Set common ports
Participating clusters must use the same port numbers for the daemons LIM, RES, MBD, and SBD.
LSF_LIM_PORT=7869
LSF_RES_PORT=6878
LSB_MBD_PORT=6881
LSB_SBD_PORT=6882
- LSF_LIM_PORT change
- The default for LSF_LIM_PORT changed in LSF version 7.0 to accommodate IBM® EGO default port
configuration. On EGO, default ports start with lim at 7869, and are numbered
consecutively for the EGO pem, vemkd, and
egosc daemons.
This is different from previous LSF releases where the default LSF_LIM_PORT was 6879. LSF res, sbatchd, and mbatchd continue to use the default pre-version 7.0 ports 6878, 6881, and 6882.
Upgrade installation preserves existing port settings for lim, res, sbatchd, and mbatchd. EGO pem, vemkd, and egosc use default EGO ports starting at 7870, if they do not conflict with existing lim, res, sbatchd, and mbatchd ports.
- Troubleshooting
- To check your port numbers, check the LSF_TOP/conf/lsf.conf file in each
cluster. (LSF_TOP is the LSF installation directory. On UNIX, this is defined in the
install.config file). Make sure you have identical settings in each cluster for
the following parameters:
- LSF_LIM_PORT
- LSF_RES_PORT
- LSB_MBD_PORT
- LSB_SBD_PORT
Set common resource definitions
For resource sharing to work between clusters, the clusters should have common definitions of host types, host models, and resources. Each cluster finds this information in lsf.shared, so the best way to configure multicluster is to make sure lsf.shared is identical for each cluster. If you do not have a shared file system, replicate lsf.shared across all clusters.
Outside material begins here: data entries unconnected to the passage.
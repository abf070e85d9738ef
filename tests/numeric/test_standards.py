"""Models of standards on plain arrays: against closed forms and against scikit-rf's media."""

import numpy as np
import pytest
import skrf
from hypothesis import given
from hypothesis import strategies as st

from deembed.numeric import standards as k

F = np.array([0.0, 1e6, 1e9, 9e9])


def test_polynomial():
    np.testing.assert_allclose(k.polynomial(F, [1.0, 2e-9, 3e-18]), 1 + 2 * F / 1e9 + 3 * (F / 1e9) ** 2)
    np.testing.assert_array_equal(k.polynomial(F, []), 0)


@given(delay=st.floats(0, 200e-12), loss=st.floats(0, 20e9), z=st.floats(10, 200), f=st.floats(1e6, 50e9))
def test_offset_line_is_its_formula(delay, loss, z, f):
    """gamma l = j w tau + (1+j) a, Zc = Z + (1-j) (R/2w) sqrt(f/GHz), a = R tau sqrt(f/GHz) / 2Z (kit file format)."""
    gamma_l, zc = k.offset_constants(np.array([f]), delay=delay, loss=loss, impedance=z)
    w, root = 2 * np.pi * f, np.sqrt(f / 1e9)
    a = loss * delay * root / (2 * z)
    assert gamma_l[0] == pytest.approx(1j * w * delay + (1 + 1j) * a, rel=1e-12, abs=1e-15)
    assert zc[0] == pytest.approx(z + (1 - 1j) * loss / (2 * w) * root, rel=1e-12)


@given(delay=st.floats(0, 200e-12), loss=st.floats(0, 20e9), z=st.floats(10, 200))
def test_offset_line_is_the_first_order_of_a_line_with_skin_effect(delay, loss, z):
    """R' = X' = R1 sqrt(f/GHz), L' w = Z w, C' w = w / Z per second of delay: sqrt(Z'Y') to first order in R'."""
    f = np.array([5e9])
    w, r = 2 * np.pi * f, loss * np.sqrt(f / 1e9)
    series, shunt = r + 1j * (w * z + r), 1j * w / z
    exact_gamma, exact_z = np.sqrt(series * shunt), np.sqrt(series / shunt)
    gamma_l, zc = k.offset_constants(f, delay=delay, loss=loss, impedance=z)
    small = (r / (w * z)) ** 2
    np.testing.assert_allclose(gamma_l, exact_gamma * delay, atol=float((small * w * delay).item()) + 1e-12)
    np.testing.assert_allclose(zc, exact_z, atol=float((small * z).item()) + 1e-9)


def test_at_zero_frequency_only_the_termination_is_left():
    gamma_l, zc = k.offset_constants(F[:1], delay=40e-12, loss=2e9, impedance=50.0)
    np.testing.assert_array_equal(gamma_l, 0)
    np.testing.assert_array_equal(zc, 50)


@given(c=st.floats(0, 1e-12), f=st.floats(1e3, 50e9), z=st.floats(10, 200))
def test_a_capacitor_is_an_impedance(c, f, z):
    y = 2j * np.pi * f * c
    by_admittance = (1 / z - y) / (1 / z + y)
    assert k.capacitor_reflection(np.array([f]), c, z)[0] == pytest.approx(by_admittance, rel=1e-9)
    assert abs(k.capacitor_reflection(np.array([f]), c, z)[0]) == pytest.approx(1.0)


@given(
    zt=st.complex_numbers(max_magnitude=500),
    zc=st.floats(20, 150),
    tau=st.floats(0, 1e-10),
    loss=st.floats(0, 1),
)
def test_an_offset_termination_is_the_impedance_transformed_by_the_line(zt, zc, tau, loss):
    """Zin = Zc (Zt + Zc tanh gl) / (Zc + Zt tanh gl) (Pozar, Microwave Engineering, lossy line; from memory)."""
    zt = complex(abs(zt.real), zt.imag)
    gl = np.array([2j * np.pi * 3e9 * tau + loss])
    end = k.impedance_reflection(np.array([zt]), zc)
    zin = zc * (zt + zc * np.tanh(gl)) / (zc + zt * np.tanh(gl))
    got = k.offset_reflection(end, gl, np.array([zc + 0j]), 50.0)
    np.testing.assert_allclose(got, (zin - 50) / (zin + 50), atol=1e-9)


def test_against_networks_of_scikit_rf():
    """Short and shunt capacitor behind a lossy line of another impedance, joined and renormalized by scikit-rf."""
    f = np.linspace(1e8, 9e9, 31)
    gamma_l, zc = k.offset_constants(f, delay=40e-12, loss=3e9, impedance=47.0)
    through = np.exp(-gamma_l)
    line = np.zeros((31, 2, 2), dtype=complex)
    line[:, 0, 1] = line[:, 1, 0] = through
    made = {"f": f, "f_unit": "Hz", "s_def": "pseudo"}
    for end in (np.full(31, -1 + 0j), k.capacitor_reflection(f, 60e-15, zc)):
        ended = skrf.Network(s=line, z0=np.column_stack([zc, zc]), **made) ** skrf.Network(
            s=end, z0=zc, **made
        )
        ended.renormalize(50.0, s_def="pseudo")
        np.testing.assert_allclose(k.offset_reflection(end, gamma_l, zc, 50.0), ended.s[:, 0, 0], atol=1e-9)


def test_mismatched_line_against_scikit_rf():
    f = np.linspace(1e8, 9e9, 31)
    gamma = k.line_constant(f, permittivity=2.9, loss_db_per_m=5.0, cutoff=0.0)
    media = skrf.media.DefinedGammaZ0(frequency=skrf.Frequency.from_f(f, unit="Hz"), gamma=gamma, z0=63.0)
    network = media.line(0.03, "m")
    network.renormalize(50.0)
    ours = k.mismatched_line(k.matched_transmission(gamma, 0.03), 63.0, 50.0)
    np.testing.assert_allclose(ours, network.s, atol=1e-9)


def test_loss_is_what_it_says_and_grows_with_the_root_of_frequency():
    gamma = k.line_constant(np.array([1e9, 4e9]), permittivity=1.0, loss_db_per_m=2.0, cutoff=0.0)
    decibels = -20 * np.log10(np.abs(k.matched_transmission(gamma, 1.0)))
    np.testing.assert_allclose(decibels, [2.0, 4.0], rtol=1e-12)


def test_below_cut_off_a_waveguide_only_damps():
    gamma = k.line_constant(np.array([5e9, 10e9]), permittivity=1.0, loss_db_per_m=0.0, cutoff=6.557e9)
    assert gamma[0].imag == pytest.approx(0, abs=1e-9) and gamma[0].real > 0
    assert gamma[1].real == pytest.approx(0, abs=1e-9) and gamma[1].imag > 0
- Local cluster information overrides remote cluster information (host type, host model, or resource attributes and order of specification in configuration files).
- The local cluster ignores remote cluster configuration if the remote type/host model/resource does not exist in local cluster.
Define participating clusters and valid management hosts
- For ClusterName, specify the name of each participating cluster. On UNIX, each cluster name is defined by LSF_CLUSTER_NAME in the install.config file.
- For Servers, specify the management host and optionally candidate management hosts for the cluster. A cluster will not participate in multicluster resource sharing unless its current management host is listed here.
Example
Begin Cluster
ClusterName Servers
Cluster1 (hostA hostB)
Cluster2 (hostD)
End Cluster
In this example, hostA should be the management host of Cluster1 with hostB as the backup, and hostD should be the management host of Cluster2. If the management host fails in Cluster1, MultiCluster will still work because the backup management host is also listed here. However, if the management host fails in Cluster2, MultiCluster will not recognize any other host as the management host, so Cluster2 will no longer participate in MultiCluster resource sharing.